Low Carb Japanese Cheesecake


100 grams butter (approximately 7 table spoons)
100 grams cream cheese (approximately 4 ounces)
125 ml full fat ricotta cheese (approximately 1/2 Cup)
125 ml 35% cream (1/2 Cup)
8 large eggs yolks
13 egg whites (I used liquid egg whites for the extra 5 whites)
4 grams Xanthan gum (2 teaspoons)
36 grams Arrowroot Powder (4 tablespoons)
1 Cup sweetener (1 cup erythritol with 1/2 teaspoon powdered stevia extract concentrate blended)
You can use the sweetener of your choice equivalent to about 1 cup sugar.
Preheat oven to 325 F (160 C)
In a small pot over medium heat, whisk together the butter, cream cheese, ricotta and cream until smooth. Remove from heat and cool.
Separate the egg yolks from the whites putting the whites in a large bowl. Add the liquid egg whites, equivalent to an addition 5 whites, to the other whites and set aside.
Whisk the yolks until smooth and continue whisking while adding the cooled cheese mixture until well combined and smooth.
Combine the arrowroot powder and the xanthan gum, sift it and whisk it into the egg yolk mixture mixing until smooth and no lumps exist. Set aside.
Now it is time to beat the whites. Beat until soft peaks and then add the sweetener. Continue beating until stiff peaks form.
Fold the whites into the yolk mixture in 4 stages so that it blends well.
Prepare a 10 inch spring form pan by lining the bottom with parchment. Attache the sides and spray with avocado oil spray. Cut strips of parchment to line the sides of the pan. You want the parchment to be twice the height of the pan to hold the cake because your cake will rise above the pan side.
Spray the parchment and then add all the batter. Tap pan lightly on counter to remove any air bubbles.
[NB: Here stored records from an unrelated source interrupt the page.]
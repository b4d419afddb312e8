import { spawn } from 'node:child_process';
import { root } from './folders.mjs';
import { SetupProblem } from './say.mjs';
import { runQuietly } from './tool.mjs';

// The object store's SDK tells at every start that its coming versions want another Node; the lock file decides that, not a warning.
const quiet = { AWS_SDK_JS_NODE_VERSION_SUPPORT_WARNING_DISABLED: 'true' };

/** Runs a TypeScript file of the project to its end; its lines are shown only when it fails. */
export async function runToEnd(file, env) {
  const { code, output } = await runQuietly(process.execPath, ['--import', 'tsx', file], {
    ...process.env,
    ...quiet,
    ...env,
  });
  if (code !== 0) throw new SetupProblem(`${file} failed:\n${output.slice(-4000)}`);
  return output;
}

/**
 * Starts the server in a process of its own and waits until it answers. It leaves with us even when we are killed: it hears the
 * channel between us close. It stands outside our terminal's group, so that Ctrl-C reaches us first and we stop things in order.
 */
export async function startServer(env, { show = true } = {}) {
  const child = spawn(process.execPath, ['--import', 'tsx', 'server/dev/serve.ts'], {
    cwd: root,
    env: { ...process.env, ...quiet, ...env },
    stdio: ['ignore', show ? 'inherit' : 'pipe', show ? 'inherit' : 'pipe', 'ipc'],
    detached: true,
  });
  let output = '';
  if (!show) {
    child.stdout.on('data', (chunk) => (output = (output + chunk).slice(-20_000)));
    child.stderr.on('data', (chunk) => (output = (output + chunk).slice(-20_000)));
  }
  const ended = new Promise((resolve) => child.once('exit', (code) => resolve(code)));
  const address = await Promise.race([
    new Promise((resolve) => child.once('message', (message) => resolve(message.address))),
    ended.then((code) => {
      throw new SetupProblem(`The server stopped at its start (exit ${code}).\n${output}`);
    }),
  ]);
  return {
    address,
    ended,
    output: () => output,
    stop: async () => {
      child.kill('SIGTERM');
      await ended;
    },
  };
}
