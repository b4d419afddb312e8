import { memo } from 'react';
import { Line, Pattern } from 'react-native-svg';

/** Centre line of the drawing office: long, short, short, short. */
export const centreLine = '14 4 3 4 3 4 3 4';

/**
 * SVG path of 45° section lines across a rectangle, `spacing` apart along its edges; rising to the right, or falling. Drawn line by
 * line, without a pattern, so that any number of small sections on a page need no ids.
 */
export function hatchData(x: number, y: number, width: number, height: number, spacing: number, falling = false) {
  const lines: string[] = [];
  // each line is u + v = k in a frame whose v runs down for rising lines and up for falling ones
  for (let k = spacing / 2; k < width + height; k += spacing) {
    const u0 = Math.max(0, k - height);
    const u1 = Math.min(width, k);
    if (u1 - u0 < 0.01) continue;
    const at = (u: number) => {
      const v = falling ? height - (k - u) : k - u;
      return `${round(x + u)} ${round(y + v)}`;
    };
    lines.push(`M${at(u0)}L${at(u1)}`);
  }
  return lines.join('');
}

const round = (value: number) => Math.round(value * 100) / 100;

type HatchProps = { id: string; spacing: number; colour: string; weight?: number; falling?: boolean; scale?: number };

/** Section lines as a fill for any outline: `fill="url(#id)"`. `scale` undoes an outline's own enlargement. */
export const HatchPattern = memo(function HatchPattern({
  id,
  spacing,
  colour,
  weight = 1,
  falling = false,
  scale = 1,
}: HatchProps) {
  const turn = falling ? -45 : 45;
  return (
    <Pattern
      id={id}
      width={spacing}
      height={spacing}
      patternUnits="userSpaceOnUse"
      patternTransform={`scale(${scale}) rotate(${turn})`}
    >
      <Line x1={spacing / 2} y1={0} x2={spacing / 2} y2={spacing} stroke={colour} strokeWidth={weight} />
    </Pattern>
  );
});
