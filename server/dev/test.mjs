// `npm test`: sets up all of its own and runs every check and test, browser ones included. Its last line says how many passed.
import fs from 'node:fs';
import path from 'node:path';
import { ensureChromium } from './chromium.mjs';
import { houseFolder } from './folders.mjs';
import { ensurePackages } from './packages.mjs';
import { startCluster } from './postgres.mjs';
import { runCommand, say, seconds } from './say.mjs';

const since = Date.now();

await runCommand(async () => {
  ensurePackages();
  ensureChromium();
  const cluster = await startCluster({ kind: 'test' });
  const stop = () => cluster.destroy();
  for (const signal of ['SIGINT', 'SIGTERM']) {
    process.once(signal, () => {
      stop();
      process.exit(1);
    });
  }
  try {
    const { runChecks } = await import('./checks.mjs');
    const checks = await runChecks();
    const { buildWeb } = await import('./web.mjs');
    await buildWeb();
    const { runTool } = await import('./tool.mjs');
    const report = path.join(houseFolder(), 'tests.json');
    fs.rmSync(report, { force: true });
    const code = await runTool(
      'vitest',
      ['run', '--reporter=default', '--reporter=json', `--outputFile.json=${report}`],
      {
        TEST_SUPER_URL: cluster.superUrl('postgres'),
        TEST_OWNER_URL: cluster.ownerUrl('postgres'),
        TEST_APP_URL: cluster.appUrl('postgres'),
      },
    );
    const tests = fs.existsSync(report)
      ? JSON.parse(fs.readFileSync(report, 'utf8'))
      : { numPassedTests: 0, numFailedTests: 1 };
    const skipped = (tests.numPendingTests ?? 0) + (tests.numTodoTests ?? 0);
    // A file that could not even be loaded, or an unhandled rejection, fails the run without failing a test.
    const broken = code !== 0 && tests.numFailedTests === 0 ? 1 : 0;
    const failed = tests.numFailedTests + broken + checks.failed.length;
    say(
      `\nEverything took ${seconds(since)}.${checks.failed.length ? ` Failed checks: ${checks.failed.join(', ')}.` : ''}`,
    );
    say(`${tests.numPassedTests + checks.passed} passed, ${failed} failed${skipped ? `, ${skipped} skipped` : ''}`);
    if (failed > 0) process.exitCode = 1;
  } finally {
    stop();
  }
});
With a large piece of foil, wrap the bottom and up the sides of the pan so water does not penetrate pan.
Place foiled cake pan in a larger pan that is lined with 2 paper towels. Pour hot water into the outside pan so than the cake is sitting in a water bath.
Bake in 325 F oven for 25 minutes.Reduce heat to 285 F (140 C) and continue to bake for 55 minutes.
Remove cake from water bath and place on cooling rack. Pass a sharp knife around cake to ensure that it is not stuck to the parchment. Remove the pan sides and the parchment around the outside of the cake and allow to cool. Best served cold.
It can easily be sliced in 16 pieces and each slice is approximately 3 net carbs.